How to complete this task: From the first line to the last, copy the listing below word for word.

Provided records:

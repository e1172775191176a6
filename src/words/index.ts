import { en } from './en.ts';

/** Every language has the same words: one that is missing does not compile. */
export type Words = typeof en;

export const languages = { en } satisfies Record<string, Words>;
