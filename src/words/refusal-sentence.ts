import type { Refusal } from '../core/command/refusal.ts';
import type { Words } from './index.ts';

/** The sentence for a refusal in a language. */
export function refusalSentence(words: Words, refusal: Refusal): string {
  const sentence = words.refusal[refusal.code] as (refused: Refusal) => string;
  return sentence(refusal);
}
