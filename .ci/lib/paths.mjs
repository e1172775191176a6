import { join, resolve } from 'node:path';
import { fileURLToPath } from 'node:url';

export const root = fileURLToPath(new URL('../..', import.meta.url)).replace(/[\\/]$/, '');
export const modules = join(root, 'node_modules');
export const cache = join(root, '.cache');
/** Where the finished app stands; the environment may name another place, for a trial. */
export const buildFolder = resolve(root, process.env.LINTFREE_BUILD ?? 'build');
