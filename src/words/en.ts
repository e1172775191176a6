import { alarm } from './en/alarm.ts';
import { batch } from './en/batch.ts';
import { bench } from './en/bench.ts';
import { cautions } from './en/cautions.ts';
import { common } from './en/common.ts';
import { newBatch } from './en/new-batch.ts';
import { number } from './en/number.ts';
import { ovens } from './en/ovens.ts';
import { picture } from './en/picture.ts';
import { recipes } from './en/recipes.ts';
import { refusal } from './en/refusal.ts';
import { settings } from './en/settings.ts';
import { shift } from './en/shift.ts';

/** Every word of the interface, in English. Recipe texts carry their languages in the recipe. */
export const en = {
  recipes,
  common,
  bench,
  batch,
  newBatch,
  number,
  picture,
  alarm,
  cautions,
  refusal,
  ovens,
  settings,
  shift,
};
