import { createHash } from 'node:crypto';
import { existsSync, mkdirSync, readFileSync, writeFileSync } from 'node:fs';
import { dirname, join } from 'node:path';
import { run } from './command.mjs';
import { modules, root } from './paths.mjs';
import { Refusal, say } from './say.mjs';

/** Stands inside node_modules, so that it goes when they go. */
const stamp = join(modules, '.cache', 'lintfree', 'installed');

/** @param {string} lockText */
function stampOf(lockText) {
  return createHash('sha256').update(`${process.platform} ${process.arch}\n${lockText}`).digest('hex');
}

/**
 * Whether npm's own list of what it installed says the same as the lock. Packages for other machines may be missing.
 * @param {{ packages: Record<string, { version?: string, optional?: boolean }> }} lock
 * @param {{ packages: Record<string, { version?: string }> }} installed
 */
export function agrees(lock, installed) {
  return Object.entries(lock.packages).every(([path, { version, optional }]) => {
    if (path === '') return true;
    const there = installed.packages[path];
    return there === undefined ? optional === true : there.version === version;
  });
}

/** @param {string} lockText */
function isInstalled(lockText) {
  if (existsSync(stamp) && readFileSync(stamp, 'utf8') === stampOf(lockText)) return true;
  const list = join(modules, '.package-lock.json');
  return existsSync(list) && agrees(JSON.parse(lockText), JSON.parse(readFileSync(list, 'utf8')));
}

/** npm runs scripts with its own path at hand; without it the shell finds npm. */
function npm() {
  const path = process.env.npm_execpath;
  if (path !== undefined && /npm-cli\.c?js$/.test(path))
    return { program: process.execPath, first: [path], shell: false };
  return { program: 'npm', first: [], shell: process.platform === 'win32' };
}

/** Installs the packages that the lock names, unless they are there. Needs the network only when it installs. */
export async function ensureInstalled() {
  const lockText = readFileSync(join(root, 'package-lock.json'), 'utf8');
  if (!isInstalled(lockText)) {
    say('Installing what is missing; this needs the network once.');
    const { program, first, shell } = npm();
    const args = [...first, 'ci', '--include=dev', '--no-audit', '--no-fund'];
    const { code, output } = await run(program, args, { shell, limitS: 900 });
    if (code !== 0) throw new Refusal(`${output.trim()}\nThe packages could not be installed: is the network there?`);
  }
  mkdirSync(dirname(stamp), { recursive: true });
  writeFileSync(stamp, stampOf(lockText));
}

Answer:
repository e1172775191176a6
filename src/words/index.ts
import { en } from './en.ts';

/** Every language has the same words: one that is missing does not compile. */
export type Words = typeof en;

export const languages = { en } satisfies Record<string, Words>;
filename src/words/refusal-sentence.ts
import type { Refusal } from '../core/command/refusal.ts';
import type { Words } from './index.ts';

/** The sentence for a refusal in a language. */
export function refusalSentence(words: Words, refusal: Refusal): string {
  const sentence = words.refusal[refusal.code] as (refused: Refusal) => string;
  return sentence(refusal);
}
filename .ci/lib/paths.mjs
repository e1172775191176a6
import { join, resolve } from 'node:path';
import { fileURLToPath } from 'node:url';

export const root = fileURLToPath(new URL('../..', import.meta.url)).replace(/[\\/]$/, '');
export const modules = join(root, 'node_modules');
export const cache = join(root, '.cache');
/** Where the finished app stands; the environment may name another place, for a trial. */
export const buildFolder = resolve(root, process.env.LINTFREE_BUILD ?? 'build');
filename src/words/en.ts
repository e1172775191176a6
import { alarm } from './en/alarm.ts';
import { batch } from './en/batch.ts';
import { bench } from './en/bench.ts';
import { cautions } from './en/cautions.ts';
import { common } from './en/common.ts';
import { newBatch } from './en/new-batch.ts';
import { number } from './en/number.ts';
import { ovens } from './en/ovens.ts';
import { picture } from './en/picture.ts';
import { recipes } from './en/recipes.ts';
import { refusal } from './en/refusal.ts';
import { settings } from './en/settings.ts';
import { shift } from './en/shift.ts';

/** Every word of the interface, in English. Recipe texts carry their languages in the recipe. */
export const en = {
  recipes,
  common,
  bench,
  batch,
  newBatch,
  number,
  picture,
  alarm,
  cautions,
  refusal,
  ovens,
  settings,
  shift,
};
import { createHash } from 'node:crypto';
import { existsSync, mkdirSync, readFileSync, writeFileSync } from 'node:fs';
import { dirname, join } from 'node:path';
import { run } from './command.mjs';
import { modules, root } from './paths.mjs';
import { Refusal, say } from './say.mjs';

/** Stands inside node_modules, so that it goes when they go. */
const stamp = join(modules, '.cache', 'lintfree', 'installed');

/** @param {string} lockText */
function stampOf(lockText) {
  return createHash('sha256').update(`${process.platform} ${process.arch}\n${lockText}`).digest('hex');
}

/**
 * Whether npm's own list of what it installed says the same as the lock. Packages for other machines may be missing.
 * @param {{ packages: Record<string, { version?: string, optional?: boolean }> }} lock
 * @param {{ packages: Record<string, { version?: string }> }} installed
 */
export function agrees(lock, installed) {
  return Object.entries(lock.packages).every(([path, { version, optional }]) => {
    if (path === '') return true;
    const there = installed.packages[path];
    return there === undefined ? optional === true : there.version === version;
  });
}

/** @param {string} lockText */
function isInstalled(lockText) {
  if (existsSync(stamp) && readFileSync(stamp, 'utf8') === stampOf(lockText)) return true;
  const list = join(modules, '.package-lock.json');
  return existsSync(list) && agrees(JSON.parse(lockText), JSON.parse(readFileSync(list, 'utf8')));
}

/** npm runs scripts with its own path at hand; without it the shell finds npm. */
function npm() {
  const path = process.env.npm_execpath;
  if (path !== undefined && /npm-cli\.c?js$/.test(path))
    return { program: process.execPath, first: [path], shell: false };
  return { program: 'npm', first: [], shell: process.platform === 'win32' };
}

/** Installs the packages that the lock names, unless they are there. Needs the network only when it installs. */
export async function ensureInstalled() {
  const lockText = readFileSync(join(root, 'package-lock.json'), 'utf8');
  if (!isInstalled(lockText)) {
    say('Installing what is missing; this needs the network once.');
    const { program, first, shell } = npm();
    const args = [...first, 'ci', '--include=dev', '--no-audit', '--no-fund'];
    const { code, output } = await run(program, args, { shell, limitS: 900 });
    if (code !== 0) throw new Refusal(`${output.trim()}\nThe packages could not be installed: is the network there?`);
  }
  mkdirSync(dirname(stamp), { recursive: true });
  writeFileSync(stamp, stampOf(lockText));
}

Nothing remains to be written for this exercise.